#### Task description:
Only the lines from the beginning of the data below through the line containing "Every oddball EEG recording of both" belong in the response, each copied exactly.
Source material Block Start
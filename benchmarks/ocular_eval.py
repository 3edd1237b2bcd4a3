"""Ocular correction without an EOG channel, method x generator (the evaluation table).

Run from the repository root: ``python benchmarks/ocular_eval.py [out.json [gen2,synth]]``
(about 25 minutes on 2 cores).

Every oddball EEG recording of both generators is processed by heschl's own stages
(harmonise, clean, segment and reject, features) once per ocular method, with the EOG
channels, where a site recorded them, left out of the ocular step (the question is what to
do without one); at sites with EOG channels, the corrections are also run with them
("regression+eog": Gratton-style regression on the EOG; "ica+eog": components chosen by
correlation with the EOG). Per recording and method it measures:

- blink residual at the frontal pole: the slope of the cleaned frontal-pole mean (virtual vertical EOG, see
  heschl.eyecomponents.virtual_eog) on the generator's true blink time course, over the
  samples of kept trials, as a share of the same slope in the uncorrected recording over
  all its samples (1 = blinks untouched, 0 = removed); both high-passed at 1 Hz. "n/a" when
  no kept trial holds a blink; the same at the mean of the mismatch region (Fz, FC1, FC2,
  FCz, Cz), where the features are measured;
- kept trials holding a true blink peak, and kept trials in all;
- the mismatch mean amplitude (oddball-core, fronto-central region, 0.10-0.25 s) minus
  its truth, in units of the row's SE (bootstrapped standardized measurement error), and
  the change against method "none" in the same units;
- ICA components removed and the seconds of the ocular step (fit and apply).

gen2 (tests/gen2) makes blinks (gamma pulses) and horizontal eye movements; heschl.synth
makes blinks only (two-sided Gaussian bumps) from its own dipoles. The property limits of
heschl.eyecomponents were chosen on gen2; heschl.synth is the measurement.
"""
from __future__ import annotations

import dataclasses
import json
import sys
import tempfile
import time
from pathlib import Path

import numpy as np

ROOT = Path(__file__).resolve().parents[1]
sys.path.insert(0, str(ROOT / "tests"))

METHODS = ("none", "regression", "ica")
#: Suffix of a method run with the site's EOG channels kept (where it recorded them).
WITH_EOG = "+eog"
WINDOW = (0.10, 0.25)   # s, the oddball-core mismatch window
REGION = ("Fz", "FC1", "FC2", "FCz", "Cz")   # its fronto-central region
#: Recording length, s: long enough that the mismatch's SE is a fraction of its size.
ODDBALL_S = 600.0


def _gen2_truth(rec, n, sfreq):
    from gen2.artefacts import blink_course

    course = blink_course(rec["artefacts"]["blinks"], n, sfreq)
    r = rec["responses"]
    grid = np.linspace(*WINDOW, 1501)
    mismatch = float(np.mean(r["mismatch_amplitude_uv"] * np.exp(-0.5 * ((grid - r["mismatch_latency_s"])
                                                                           / r["mismatch_sd_s"]) ** 2)))
    peaks = [b["peak_s"] for b in rec["artefacts"]["blinks"]]
    return course, mismatch, peaks


def _synth_truth(rec, n, sfreq):
    from heschl.synth.artefacts import blink_course

    return (blink_course(rec["blinks_s"], n, sfreq), rec["expected"]["mismatch_mean_amplitude_uv"],
            list(rec["blinks_s"]))


def _truth_of(truth, path, generator):
    if generator == "gen2":
        return next(v for k, v in truth["recordings"].items() if Path(k).name == Path(path).name)
    return next(r for r in truth["recordings"] if any(Path(f).name == Path(path).name for f in r["files"]))


def _high(x, sfreq):
    import mne

    return mne.filter.filter_data(np.atleast_2d(x).astype(float), sfreq, 1.0, None, verbose="error")


def _slope(y, b):
    d = float(b @ b)
    return float(y @ b / d) if d > 0 else float("nan")


def evaluate(study_path, generator, methods=METHODS):
    """Rows of the evaluation for every oddball EEG recording of a study."""
    import mne

    from heschl.clean import clean
    from heschl.config.study import load_study
    from heschl.eyecomponents import channel_groups
    from heschl.features import Source, applicable, compute_features
    from heschl.harmonise import harmonise, read_raw
    from heschl.inputs import analysis_of, discover, display_path
    from heschl.pipeline import _segment_and_reject

    study = load_study(study_path)
    truth = json.loads((Path(study_path).parent / "truth.json").read_text())
    rows = []
    for rec in discover(study):
        if rec.paradigm != "oddball" or rec.datatype != "eeg":
            continue
        analysis = analysis_of(study, rec)
        site = study.sites[rec.site]
        raw0, markers, h = harmonise(read_raw(rec.path), site, analysis.paradigm, study.common_channels,
                                     display_path(rec.path))
        with_eog = raw0.copy()
        if h["eog_channels"]:
            raw0.drop_channels(h["eog_channels"])
        analysis, _ = applicable(analysis, h["channels"], "eval", set(h["channel_types"].values()))
        sfreq = raw0.info["sfreq"]
        t_rec = _truth_of(truth, rec.path, generator)
        course, mismatch_truth, peaks = (_gen2_truth if generator == "gen2" else _synth_truth)(
            t_rec, raw0.n_times, sfreq)
        course = _high(course, sfreq)[0]
        reference = None
        variants = list(methods) + ([f"{m}{WITH_EOG}" for m in methods if m != "none"] if h["eog_channels"] else [])
        for method in variants:
            cleaning_def = dataclasses.replace(analysis.paradigm.cleaning, ocular=method.removesuffix(WITH_EOG))
            paradigm = dataclasses.replace(analysis.paradigm, cleaning=cleaning_def)
            raw = (with_eog if method.endswith(WITH_EOG) else raw0).copy()
            stamps = {}
            cleaning = clean(raw, paradigm, site.bad_channels.get(rec.participant_id, ()), "eval",
                             restored=h["restored_reference"], line_frequency=site.line_frequency,
                             watch=lambda stage, r, oc: stamps.__setitem__(stage, time.perf_counter()))
            seconds = stamps["after-ocular"] - stamps["before-ocular"]
            trials, times, entries, ch_names, rejection, counts = _segment_and_reject(
                raw, markers, paradigm, cleaning)
            source = Source(trials, times, ch_names, sfreq, paradigm,
                            ch_types=[h["channel_types"][c] for c in ch_names])
            feats = [r for fs in analysis.feature_sets
                     for r in compute_features(fs, source, paradigm.rejection.min_trials)]
            row = next(r for r in feats if r["feature"] == "mismatch_mean_amplitude" and not r.get("channel"))
            eeg = [raw.ch_names[i] for i in mne.pick_types(raw.info, eeg=True, eog=False)]
            x = raw.get_data(picks=eeg)
            pole = channel_groups(eeg)["pole"]
            y = _high(x[pole].mean(axis=0) - x.mean(axis=0), sfreq)[0] * 1e6
            region = [eeg.index(c) for c in REGION if c in eeg]
            z = _high(x[region].mean(axis=0), sfreq)[0] * 1e6
            kept = [e for e in entries if e["kept"]]
            mask = np.zeros(raw.n_times, dtype=bool)
            w0, w1 = paradigm.epochs.window
            for e in kept:
                mask[max(0, int((e["onset_s"] + w0) * sfreq)):int((e["onset_s"] + w1) * sfreq) + 1] = True
            with_blink = sum(any(e["onset_s"] + w0 <= p <= e["onset_s"] + w1 for p in peaks) for e in kept)
            if method == "none":
                reference = _slope(y, course), _slope(z, course)
            residual = _slope(y[mask], course[mask]) / reference[0] if with_blink else float("nan")
            residual_region = _slope(z[mask], course[mask]) / reference[1] if with_blink else float("nan")
            ocular = cleaning["ocular"]
            removed = [dict(component=e["component"], kind=e["kind"]) for e in ((ocular.get("ica") or {})
                                                                                 .get("excluded") or [])]
            se = row["se"]
            rows.append({"generator": generator, "recording": Path(rec.path).name, "method": method,
                         "blink_residual": residual, "blink_residual_region": residual_region,
                         "kept_trials": len(kept), "kept_with_blink": with_blink,
                         "mismatch_uv": row["value"], "mismatch_truth_uv": mismatch_truth, "se_uv": se,
                         "bias_se": (row["value"] - mismatch_truth) / se, "components_removed": len(removed),
                         "removed": removed, "seconds": seconds})
            print(f"{generator} {rows[-1]['recording']:34s} {method:10s} residual {residual:5.2f} / {residual_region:5.2f} "
                  f"kept {len(kept):4d} (blink {with_blink:3d}) mismatch {row['value']:+.2f} truth "
                  f"{mismatch_truth:+.2f} SE {se:.2f} bias {rows[-1]['bias_se']:+.2f} removed {len(removed)} "
                  f"{seconds:.1f} s", flush=True)
    for r in rows:
        base = next(b for b in rows if b["recording"] == r["recording"] and b["method"] == "none")
        r["change_se"] = (r["mismatch_uv"] - base["mismatch_uv"]) / r["se_uv"]
    return rows


def summary(rows):
    """Method x generator: medians and means over recordings."""
    out = []
    for gen in dict.fromkeys(r["generator"] for r in rows):
        for method in dict.fromkeys(r["method"] for r in rows):
            sel = [r for r in rows if r["generator"] == gen and r["method"] == method]
            res = [r["blink_residual"] for r in sel if np.isfinite(r["blink_residual"])]
            reg = [r["blink_residual_region"] for r in sel if np.isfinite(r["blink_residual_region"])]
            out.append({"generator": gen, "method": method, "recordings": len(sel),
                        "blink_residual_median": float(np.median(res)) if res else None,
                        "blink_residual_region_median": float(np.median(reg)) if reg else None,
                        "kept_with_blink": int(sum(r["kept_with_blink"] for r in sel)),
                        "kept_trials": int(sum(r["kept_trials"] for r in sel)),
                        "bias_se_mean": float(np.mean([r["bias_se"] for r in sel])),
                        "bias_se_max_abs": float(np.max(np.abs([r["bias_se"] for r in sel]))),
                        "change_se_mean": float(np.mean([r["change_se"] for r in sel])),
                        "change_se_max_abs": float(np.max(np.abs([r["change_se"] for r in sel]))),
                        "components_removed_mean": float(np.mean([r["components_removed"] for r in sel])),
                        "seconds_median": float(np.median([r["seconds"] for r in sel]))})
    return out


def main(argv):
    import gen2

    from heschl.synth.study import make_study

    which = argv[2].split(",") if len(argv) > 2 else ("gen2", "synth")
    rows = []
    with tempfile.TemporaryDirectory() as tmp:
        base = Path(tmp)
        for n_channels, noise in ((32, 0.1), (64, 0.15), (128, 0.2)) if "gen2" in which else ():
            study = gen2.make_study(base / f"gen2-{n_channels}", n_channels=n_channels, sensor_noise=noise,
                                    subjects=2, paradigms=("oddball",), seed=5, duration_s=ODDBALL_S)
            rows += evaluate(study, "gen2")
        if "synth" in which:
            make_study(base / "synth", size="bench")   # 900 s oddballs
            rows += evaluate(base / "synth" / "study.toml", "synth")
    table = summary(rows)
    for t in table:
        print(json.dumps(t))
    if len(argv) > 1:
        Path(argv[1]).write_text(json.dumps({"rows": rows, "summary": table}, indent=1))


if __name__ == "__main__":
    main(sys.argv)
Source material Block End
#### Task answer:
filename benchmarks/ocular_eval.py
repository 3edd1237b2bcd4a3
"""Ocular correction without an EOG channel, method x generator (the evaluation table).

Run from the repository root: ``python benchmarks/ocular_eval.py [out.json [gen2,synth]]``
(about 25 minutes on 2 cores).

Every oddball EEG recording of both generators is processed by heschl's own stages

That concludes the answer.